Collected data entries:
##############################

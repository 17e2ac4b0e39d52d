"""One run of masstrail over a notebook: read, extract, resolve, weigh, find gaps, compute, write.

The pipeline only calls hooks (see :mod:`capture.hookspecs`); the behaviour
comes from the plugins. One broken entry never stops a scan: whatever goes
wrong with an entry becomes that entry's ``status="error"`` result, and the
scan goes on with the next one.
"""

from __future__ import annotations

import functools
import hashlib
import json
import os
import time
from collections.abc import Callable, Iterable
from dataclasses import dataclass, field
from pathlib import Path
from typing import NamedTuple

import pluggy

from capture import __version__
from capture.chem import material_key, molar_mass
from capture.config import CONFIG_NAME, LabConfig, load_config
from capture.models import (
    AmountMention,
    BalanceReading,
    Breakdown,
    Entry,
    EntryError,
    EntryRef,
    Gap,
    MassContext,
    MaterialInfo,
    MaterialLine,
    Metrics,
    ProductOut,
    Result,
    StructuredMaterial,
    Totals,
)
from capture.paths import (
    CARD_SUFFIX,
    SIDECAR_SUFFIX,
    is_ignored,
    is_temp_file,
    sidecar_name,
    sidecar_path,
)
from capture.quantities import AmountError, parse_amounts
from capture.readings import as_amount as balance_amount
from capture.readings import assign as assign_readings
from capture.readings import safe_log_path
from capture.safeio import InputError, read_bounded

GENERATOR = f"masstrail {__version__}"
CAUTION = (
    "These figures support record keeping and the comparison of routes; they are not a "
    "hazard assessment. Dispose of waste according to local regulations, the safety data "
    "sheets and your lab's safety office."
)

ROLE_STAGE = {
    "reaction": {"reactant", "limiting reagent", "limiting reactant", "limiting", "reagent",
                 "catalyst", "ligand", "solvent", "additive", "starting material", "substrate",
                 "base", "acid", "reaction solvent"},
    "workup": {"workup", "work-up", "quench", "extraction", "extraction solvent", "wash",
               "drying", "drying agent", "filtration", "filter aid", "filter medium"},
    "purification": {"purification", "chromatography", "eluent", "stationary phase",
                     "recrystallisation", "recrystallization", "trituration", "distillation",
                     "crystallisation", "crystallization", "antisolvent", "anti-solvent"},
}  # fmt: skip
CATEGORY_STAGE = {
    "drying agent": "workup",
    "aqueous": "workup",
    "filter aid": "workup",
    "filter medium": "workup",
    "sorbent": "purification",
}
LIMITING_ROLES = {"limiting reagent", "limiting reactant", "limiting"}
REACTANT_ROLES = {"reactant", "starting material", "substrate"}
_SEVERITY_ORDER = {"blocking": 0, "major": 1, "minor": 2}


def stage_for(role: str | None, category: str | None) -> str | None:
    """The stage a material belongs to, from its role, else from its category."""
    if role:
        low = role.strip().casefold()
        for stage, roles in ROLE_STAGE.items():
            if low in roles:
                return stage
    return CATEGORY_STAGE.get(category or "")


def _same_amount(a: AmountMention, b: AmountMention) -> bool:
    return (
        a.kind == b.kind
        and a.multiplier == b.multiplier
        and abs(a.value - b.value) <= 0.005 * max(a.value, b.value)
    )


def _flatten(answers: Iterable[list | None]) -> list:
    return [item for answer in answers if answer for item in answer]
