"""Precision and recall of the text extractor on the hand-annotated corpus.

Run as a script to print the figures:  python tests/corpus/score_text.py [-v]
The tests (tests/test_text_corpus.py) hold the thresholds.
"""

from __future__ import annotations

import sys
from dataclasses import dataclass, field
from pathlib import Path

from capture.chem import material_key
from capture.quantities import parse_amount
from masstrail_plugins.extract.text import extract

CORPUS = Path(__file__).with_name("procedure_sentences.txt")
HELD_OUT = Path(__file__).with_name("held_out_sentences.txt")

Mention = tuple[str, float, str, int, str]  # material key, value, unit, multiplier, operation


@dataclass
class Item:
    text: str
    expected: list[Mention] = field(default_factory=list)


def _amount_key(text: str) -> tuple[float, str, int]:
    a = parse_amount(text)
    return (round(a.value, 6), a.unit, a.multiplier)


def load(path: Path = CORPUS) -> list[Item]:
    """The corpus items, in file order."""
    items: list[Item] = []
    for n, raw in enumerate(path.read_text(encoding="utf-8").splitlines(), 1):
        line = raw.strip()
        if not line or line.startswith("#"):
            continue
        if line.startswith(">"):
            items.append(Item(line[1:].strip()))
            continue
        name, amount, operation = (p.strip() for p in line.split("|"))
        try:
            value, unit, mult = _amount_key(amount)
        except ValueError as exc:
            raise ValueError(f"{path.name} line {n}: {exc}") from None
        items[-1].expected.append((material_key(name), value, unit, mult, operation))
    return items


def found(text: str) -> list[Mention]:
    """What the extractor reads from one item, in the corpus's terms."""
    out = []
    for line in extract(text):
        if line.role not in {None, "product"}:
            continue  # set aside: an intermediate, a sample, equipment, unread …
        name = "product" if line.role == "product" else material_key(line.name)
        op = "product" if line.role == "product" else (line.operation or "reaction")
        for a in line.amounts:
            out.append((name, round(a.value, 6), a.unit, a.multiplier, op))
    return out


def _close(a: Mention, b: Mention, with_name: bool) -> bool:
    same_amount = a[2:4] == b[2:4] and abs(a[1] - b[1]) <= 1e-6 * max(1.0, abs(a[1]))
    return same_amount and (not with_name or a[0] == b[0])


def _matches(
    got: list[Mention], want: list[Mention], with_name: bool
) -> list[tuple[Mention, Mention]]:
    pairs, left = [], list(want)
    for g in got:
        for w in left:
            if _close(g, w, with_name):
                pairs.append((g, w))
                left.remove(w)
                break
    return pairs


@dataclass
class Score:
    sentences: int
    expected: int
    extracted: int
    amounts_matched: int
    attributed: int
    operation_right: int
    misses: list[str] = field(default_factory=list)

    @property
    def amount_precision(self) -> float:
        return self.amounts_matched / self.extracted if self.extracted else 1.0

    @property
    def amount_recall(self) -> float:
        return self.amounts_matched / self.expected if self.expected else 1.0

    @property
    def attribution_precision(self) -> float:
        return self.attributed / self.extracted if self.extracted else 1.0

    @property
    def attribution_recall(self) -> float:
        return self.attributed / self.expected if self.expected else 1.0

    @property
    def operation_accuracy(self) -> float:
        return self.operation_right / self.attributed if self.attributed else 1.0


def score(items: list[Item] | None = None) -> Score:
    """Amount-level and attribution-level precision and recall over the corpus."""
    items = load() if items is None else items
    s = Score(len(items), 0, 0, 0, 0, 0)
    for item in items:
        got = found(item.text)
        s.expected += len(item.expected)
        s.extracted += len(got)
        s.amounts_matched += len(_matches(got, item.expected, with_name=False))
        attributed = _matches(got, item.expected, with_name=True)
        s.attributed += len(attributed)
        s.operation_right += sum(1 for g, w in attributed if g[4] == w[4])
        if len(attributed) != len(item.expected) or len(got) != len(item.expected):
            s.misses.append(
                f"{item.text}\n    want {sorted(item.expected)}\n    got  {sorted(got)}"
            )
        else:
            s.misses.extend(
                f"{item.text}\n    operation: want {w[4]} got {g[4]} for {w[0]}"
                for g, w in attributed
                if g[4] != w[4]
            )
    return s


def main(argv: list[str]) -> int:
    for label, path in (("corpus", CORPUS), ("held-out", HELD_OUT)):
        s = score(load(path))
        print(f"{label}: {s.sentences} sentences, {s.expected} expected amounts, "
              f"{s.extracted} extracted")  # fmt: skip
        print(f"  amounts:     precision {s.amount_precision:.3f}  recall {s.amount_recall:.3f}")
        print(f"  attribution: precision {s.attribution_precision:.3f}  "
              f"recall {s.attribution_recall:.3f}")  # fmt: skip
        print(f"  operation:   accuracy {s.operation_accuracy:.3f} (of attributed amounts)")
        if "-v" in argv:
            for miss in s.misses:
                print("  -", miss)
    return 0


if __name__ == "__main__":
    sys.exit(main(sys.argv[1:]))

##############################

» **Your task**: What do the records say? Quote them all exactly.

» **Output for this task**:
repository 17e2ac4b0e39d52d
"""One run of masstrail over a notebook: read, extract, resolve, weigh, find gaps, compute, write.

The pipeline only calls hooks (see :mod:`capture.hookspecs`); the behaviour
comes from the plugins. One broken entry never stops a scan: whatever goes
wrong with an entry becomes that entry's ``status="error"`` result, and the
scan goes on with the next one.
"""

from __future__ import annotations

import functools
import hashlib
import json
import os
import time
from collections.abc import Callable, Iterable
from dataclasses import dataclass, field
from pathlib import Path
from typing import NamedTuple

import pluggy

from capture import __version__
from capture.chem import material_key, molar_mass
from capture.config import CONFIG_NAME, LabConfig, load_config
from capture.models import (
    AmountMention,
    BalanceReading,
    Breakdown,
    Entry,
    EntryError,
    EntryRef,
    Gap,
    MassContext,
    MaterialInfo,
    MaterialLine,
    Metrics,
    ProductOut,
    Result,
    StructuredMaterial,
    Totals,
)
from capture.paths import (
    CARD_SUFFIX,
    SIDECAR_SUFFIX,
    is_ignored,
    is_temp_file,
    sidecar_name,
    sidecar_path,
)
from capture.quantities import AmountError, parse_amounts
from capture.readings import as_amount as balance_amount
from capture.readings import assign as assign_readings
from capture.readings import safe_log_path
from capture.safeio import InputError, read_bounded

GENERATOR = f"masstrail {__version__}"
CAUTION = (
    "These figures support record keeping and the comparison of routes; they are not a "
    "hazard assessment. Dispose of waste according to local regulations, the safety data "
    "sheets and your lab's safety office."
)

ROLE_STAGE = {
    "reaction": {"reactant", "limiting reagent", "limiting reactant", "limiting", "reagent",
                 "catalyst", "ligand", "solvent", "additive", "starting material", "substrate",
                 "base", "acid", "reaction solvent"},
    "workup": {"workup", "work-up", "quench", "extraction", "extraction solvent", "wash",
               "drying", "drying agent", "filtration", "filter aid", "filter medium"},
    "purification": {"purification", "chromatography", "eluent", "stationary phase",
                     "recrystallisation", "recrystallization", "trituration", "distillation",
                     "crystallisation", "crystallization", "antisolvent", "anti-solvent"},
}  # fmt: skip
CATEGORY_STAGE = {
    "drying agent": "workup",
    "aqueous": "workup",
    "filter aid": "workup",
    "filter medium": "workup",
    "sorbent": "purification",
}
LIMITING_ROLES = {"limiting reagent", "limiting reactant", "limiting"}
REACTANT_ROLES = {"reactant", "starting material", "substrate"}
_SEVERITY_ORDER = {"blocking": 0, "major": 1, "minor": 2}


def stage_for(role: str | None, category: str | None) -> str | None:
    """The stage a material belongs to, from its role, else from its category."""
    if role:
        low = role.strip().casefold()
        for stage, roles in ROLE_STAGE.items():
            if low in roles:
                return stage
    return CATEGORY_STAGE.get(category or "")


def _same_amount(a: AmountMention, b: AmountMention) -> bool:
    return (
        a.kind == b.kind
        and a.multiplier == b.multiplier
        and abs(a.value - b.value) <= 0.005 * max(a.value, b.value)
    )


def _flatten(answers: Iterable[list | None]) -> list:
    return [item for answer in answers if answer for item in answer]
"""Precision and recall of the text extractor on the hand-annotated corpus.

Run as a script to print the figures:  python tests/corpus/score_text.py [-v]
The tests (tests/test_text_corpus.py) hold the thresholds.
"""

from __future__ import annotations

import sys
from dataclasses import dataclass, field
from pathlib import Path

from capture.chem import material_key
from capture.quantities import parse_amount
from masstrail_plugins.extract.text import extract

CORPUS = Path(__file__).with_name("procedure_sentences.txt")
HELD_OUT = Path(__file__).with_name("held_out_sentences.txt")

Mention = tuple[str, float, str, int, str]  # material key, value, unit, multiplier, operation


@dataclass
class Item:
    text: str
    expected: list[Mention] = field(default_factory=list)


def _amount_key(text: str) -> tuple[float, str, int]:
    a = parse_amount(text)
    return (round(a.value, 6), a.unit, a.multiplier)


def load(path: Path = CORPUS) -> list[Item]:
    """The corpus items, in file order."""
    items: list[Item] = []
    for n, raw in enumerate(path.read_text(encoding="utf-8").splitlines(), 1):
        line = raw.strip()
        if not line or line.startswith("#"):
            continue
        if line.startswith(">"):
            items.append(Item(line[1:].strip()))
            continue
        name, amount, operation = (p.strip() for p in line.split("|"))
        try:
            value, unit, mult = _amount_key(amount)
        except ValueError as exc:
            raise ValueError(f"{path.name} line {n}: {exc}") from None
        items[-1].expected.append((material_key(name), value, unit, mult, operation))
    return items


def found(text: str) -> list[Mention]:
    """What the extractor reads from one item, in the corpus's terms."""
    out = []
    for line in extract(text):
        if line.role not in {None, "product"}:
            continue  # set aside: an intermediate, a sample, equipment, unread …
        name = "product" if line.role == "product" else material_key(line.name)
        op = "product" if line.role == "product" else (line.operation or "reaction")
        for a in line.amounts:
            out.append((name, round(a.value, 6), a.unit, a.multiplier, op))
    return out


def _close(a: Mention, b: Mention, with_name: bool) -> bool:
    same_amount = a[2:4] == b[2:4] and abs(a[1] - b[1]) <= 1e-6 * max(1.0, abs(a[1]))
    return same_amount and (not with_name or a[0] == b[0])


def _matches(
    got: list[Mention], want: list[Mention], with_name: bool
) -> list[tuple[Mention, Mention]]:
    pairs, left = [], list(want)
    for g in got:
        for w in left:
            if _close(g, w, with_name):
                pairs.append((g, w))
                left.remove(w)
                break
    return pairs


@dataclass
class Score:
    sentences: int
    expected: int
    extracted: int
    amounts_matched: int
    attributed: int
    operation_right: int
    misses: list[str] = field(default_factory=list)

    @property
    def amount_precision(self) -> float:
        return self.amounts_matched / self.extracted if self.extracted else 1.0

    @property
    def amount_recall(self) -> float:
        return self.amounts_matched / self.expected if self.expected else 1.0

    @property
    def attribution_precision(self) -> float:
        return self.attributed / self.extracted if self.extracted else 1.0

    @property
    def attribution_recall(self) -> float:
        return self.attributed / self.expected if self.expected else 1.0

    @property
    def operation_accuracy(self) -> float:
        return self.operation_right / self.attributed if self.attributed else 1.0


def score(items: list[Item] | None = None) -> Score:
    """Amount-level and attribution-level precision and recall over the corpus."""
    items = load() if items is None else items
    s = Score(len(items), 0, 0, 0, 0, 0)
    for item in items:
        got = found(item.text)
        s.expected += len(item.expected)
        s.extracted += len(got)
        s.amounts_matched += len(_matches(got, item.expected, with_name=False))
        attributed = _matches(got, item.expected, with_name=True)
        s.attributed += len(attributed)
        s.operation_right += sum(1 for g, w in attributed if g[4] == w[4])
        if len(attributed) != len(item.expected) or len(got) != len(item.expected):
            s.misses.append(
                f"{item.text}\n    want {sorted(item.expected)}\n    got  {sorted(got)}"
            )
        else:
            s.misses.extend(
                f"{item.text}\n    operation: want {w[4]} got {g[4]} for {w[0]}"
                for g, w in attributed
                if g[4] != w[4]
            )
    return s


def main(argv: list[str]) -> int:
    for label, path in (("corpus", CORPUS), ("held-out", HELD_OUT)):
        s = score(load(path))
        print(f"{label}: {s.sentences} sentences, {s.expected} expected amounts, "
              f"{s.extracted} extracted")  # fmt: skip
        print(f"  amounts:     precision {s.amount_precision:.3f}  recall {s.amount_recall:.3f}")
        print(f"  attribution: precision {s.attribution_precision:.3f}  "
              f"recall {s.attribution_recall:.3f}")  # fmt: skip
        print(f"  operation:   accuracy {s.operation_accuracy:.3f} (of attributed amounts)")
        if "-v" in argv:
            for miss in s.misses:
                print("  -", miss)
    return 0


if __name__ == "__main__":
    sys.exit(main(sys.argv[1:]))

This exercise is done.